OntologySummit2007: Frameworks For Consideration (T1P)
This is the working page to collect various frameworks we could employ in our endeavor to categorize or type different artifacts people might call "ontologies": (T1Q)
Ontology Framework Draft (10CO)
Release by the co-chairs of the OntologySummit2007_Framework_Session, as the strawman for further discussion (online or during the workshop). We are aiming toward arriving at a consensus "framework" through this community process by the conveners of OntologySummit2007. -- (posted by: LeoObrst & MichaelGruninger / 2007.04.19-18:18 EDT) (10CM)
Ontology Framework Draft Statement (10CP)
TomGruber, MichaelGruninger, PatHayes, DeborahMcGuinness, LeoObrst 4/19/2007 (10CQ)
Summary (10CR)
This is a starting point for discussion at the Ontolog Summit 2007 (entitled "Ontology, Taxonomy, Folksonomy: Understanding the Distinctions") on a framework for characterizing the space of ontologies. The aim of the framework is to establish a conceptual grounding for the notion of ontology in our field and to identify distinctions and dimensions on which ontologies are alike and differ. The Summit process can use this as an organizing framework in which to place various examples of ontologies, taxonomies, folksonomies, etc., found in the wild. (10CS)
Principles (10CT)
- 1. United we stand. The approach in this framework draft is to clarify a broad yet coherent notion of ontology that encompasses most of what we see in the field under the label of ontology, instead of saying there is no common concept and admit a family of incompatible definitions. We can analyze different kinds of ontologies according to their properties or uses, but we should ground our discussion from a clear definition of terms. (10CU)
- 2. It's just a word. When we talk about what "ontology is" we are talking about ontology as a word (a technical term for computer science), and our aim is to clarify a technical word sense for that word, as opposed to making a claim about the nature of reality or language or any style of representation. (10CV)
- 3. Definition versus approach. The aim of this framework is to give an objective description of the word ontology as it is used in practice, so that the public and practitioners can know what is meant when we use the term in publication and speaking. In our case, practice is research and application of computer science and information technologies. Our aim is not to enshrine into a definition a particular theoretical perspective or technical approach. (10CW)
- 4. Diversity without divergence. Ontologies in computer science were originally proposed to enable sharable and reusable representations of knowledge. Nevertheless, the sheer range of current work in ontologies (including taxonomies, thesauri, topic maps, conceptual models, and formal ontologies specified in various logical languages) raises the possibility of ontologies being developed without a common understanding of their definition, implementation and applications. Our objective is to provide a framework that ensures that we can maintain sharability and reusability among the different approaches to ontologies. (10CX)
Distinctions (10CY)
- 1. There are at least two important word senses for 'ontology': ontology as a field of study "ontology (philosophy)" and ontology as a technology for computer and information scientists. We are talking about the second sense of the word, "ontology (computer science)". (10CZ)
- 2. Ontology could refer to either (1) a piece of information that can be talked about objectively, communicated in digital media, and shared without loss of information among a community; or (2) a set of ideas, concepts, abstractions, or other entities that are not the same as the representations or descriptions of them. We propose that we limit our discussions to the first sense: ontology as an objective form. The other sense is called a conceptualization. (10D0)

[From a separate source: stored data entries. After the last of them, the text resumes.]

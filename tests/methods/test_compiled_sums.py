"""Compiled rows against their numpy twins."""

import numpy as np
import pytest

from identkit.methods import compiled_sums as rows

pytest.importorskip("numba")
TIGHT = {"rtol": 1e-11, "atol": 1e-11}


@pytest.fixture
def case():
    rng = np.random.default_rng(5)
    x = np.geomspace(2e-3, 1.0, 301)
    natural = np.exp(rng.uniform(np.log(3e-3), 0.0, 6))
    damping = np.exp(rng.uniform(np.log(1e-3), np.log(0.8), 6))
    weight = rng.uniform(0.5, 2.0, x.size)
    return rng, x, weight, natural**2, 2 * damping * natural


def scaled(values):
    return values / np.max(np.abs(values), axis=-1, keepdims=True)


def test_section_rows(case):
    _, x, weight, stiffness, rate = case
    fast, plain = np.empty((6, 602)), np.empty((6, 602))
    rows.section_rows(x, weight, stiffness, rate, fast)
    rows.section_rows_numpy(x, weight, stiffness, rate, plain)
    np.testing.assert_allclose(scaled(fast), scaled(plain), **TIGHT)


def test_derivative_rows(case):
    rng, x, weight, stiffness, rate = case
    residue, slope = rng.standard_normal((2, 6))
    fast, plain = np.empty((12, 602)), np.empty((12, 602))
    rows.derivative_rows(x, weight, stiffness, rate, residue, slope, fast)
    rows.derivative_rows_numpy(x, weight, stiffness, rate, residue, slope, plain)
    np.testing.assert_allclose(scaled(fast), scaled(plain), **TIGHT)


def test_relocation_rows(case):
    rng, x, weight, stiffness, rate = case
    target = rng.standard_normal(x.size) + 1j * rng.standard_normal(x.size)
    fast, plain = np.empty((24, 602)), np.empty((24, 602))
    rows.relocation_rows(x, weight, target, stiffness, rate, fast)
    rows.relocation_rows_numpy(x, weight, target, stiffness, rate, plain)
    np.testing.assert_allclose(scaled(fast), scaled(plain), **TIGHT)


@pytest.mark.parametrize("with_rate", [False, True])
def test_window_gains(case, with_rate):
    rng, x, weight, stiffness, rate = case
    residual = rng.standard_normal(602)
    low = np.maximum(np.searchsorted(x, np.sqrt(stiffness)) - 20, 0)
    high = np.minimum(low + 40, x.size)
    fast, plain = np.empty(6), np.empty(6)
    rows.window_gains(x, weight, residual, stiffness, rate, low, high, with_rate, fast)
    rows.window_gains_numpy(x, weight, residual, stiffness, rate, low, high, with_rate, plain)
    np.testing.assert_allclose(fast, plain, rtol=1e-9)


def test_rows_are_the_terms_of_the_model(case):
    _, x, weight, stiffness, rate = case
    out = np.empty((6, 602))
    rows.section_rows(x, weight, stiffness, rate, out)
    s = 1j * x
    expected = weight / (s**2 + rate[2] * s + stiffness[2])
    np.testing.assert_allclose(out[2, :301] + 1j * out[2, 301:], expected, rtol=1e-10)


def test_whole_fit_is_the_same_without_compiled_rows(monkeypatch):
    from identkit.methods import modal_problem, order_selection, pole_relocation, starting_poles
    from identkit.methods.modal_fit import fit_modal_model
    from tests.methods.invented_plants import draw

    drawn = draw(np.random.default_rng(3), modes=4, points=400)
    fast = fit_modal_model(drawn.frequency, drawn.response, drawn.variance)
    for module in (modal_problem, order_selection, pole_relocation, starting_poles):
        for name in ("section_rows", "derivative_rows", "relocation_rows", "window_gains"):
            if hasattr(module, name):
                monkeypatch.setattr(module, name, getattr(rows, f"{name}_numpy"))
    plain = fit_modal_model(drawn.frequency, drawn.response, drawn.variance)
    for name in ("modal_frequency", "damping_ratio", "residue"):
        left, right = getattr(plain.parameters, name), getattr(fast.parameters, name)
        np.testing.assert_allclose(left, right, rtol=1e-6)
    size = np.sqrt(np.diag(fast.covariance))
    off = (plain.covariance - fast.covariance) / np.outer(size, size)
    np.testing.assert_allclose(off, 0.0, atol=1e-5)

- 3. In the context of computer and information sciences, an ontology is a specification of a conceptualization. That is, it specifies the concepts, ideas, relations, abstractions, and so forth in an objective form. The intent is to clarify the meaning, enabling shared understanding. This is the conventional sense of specification in computer science, analogous to the terms requirements specification, database specification, and program specification. In the context of knowledge representation in particular, an ontology specifies the conceptual primitives for representing a domain, in the same way that a database schema specifies the relations used in a database, and a programming language provides the primitives used in an implemented algorithm. (10D1)
- 4. An ontology provides a specification of a conceptualization by defining a representational vocabulary -- a set of terms that can be used to represent the domain -- together with constraints on their meaningful use. The representational vocabulary may include concepts or categories, relations, properties, or other primitives for representing knowledge. The "content" of this specification includes: (10D2)
- 5. Although an ontology defines vocabulary for representing a domain, it is not a specification of form. That is, it does not prescribe the form in which knowledge is represented, stored, communicated, or reasoned about. For example, it does not require that integers be stored in 16 bits, or that it allows for efficient computations. This is how an ontology differs from a data model, and is why ontology is not defined by its form but by its role: to enable sharing, reuse, and application of knowledge. (10D6)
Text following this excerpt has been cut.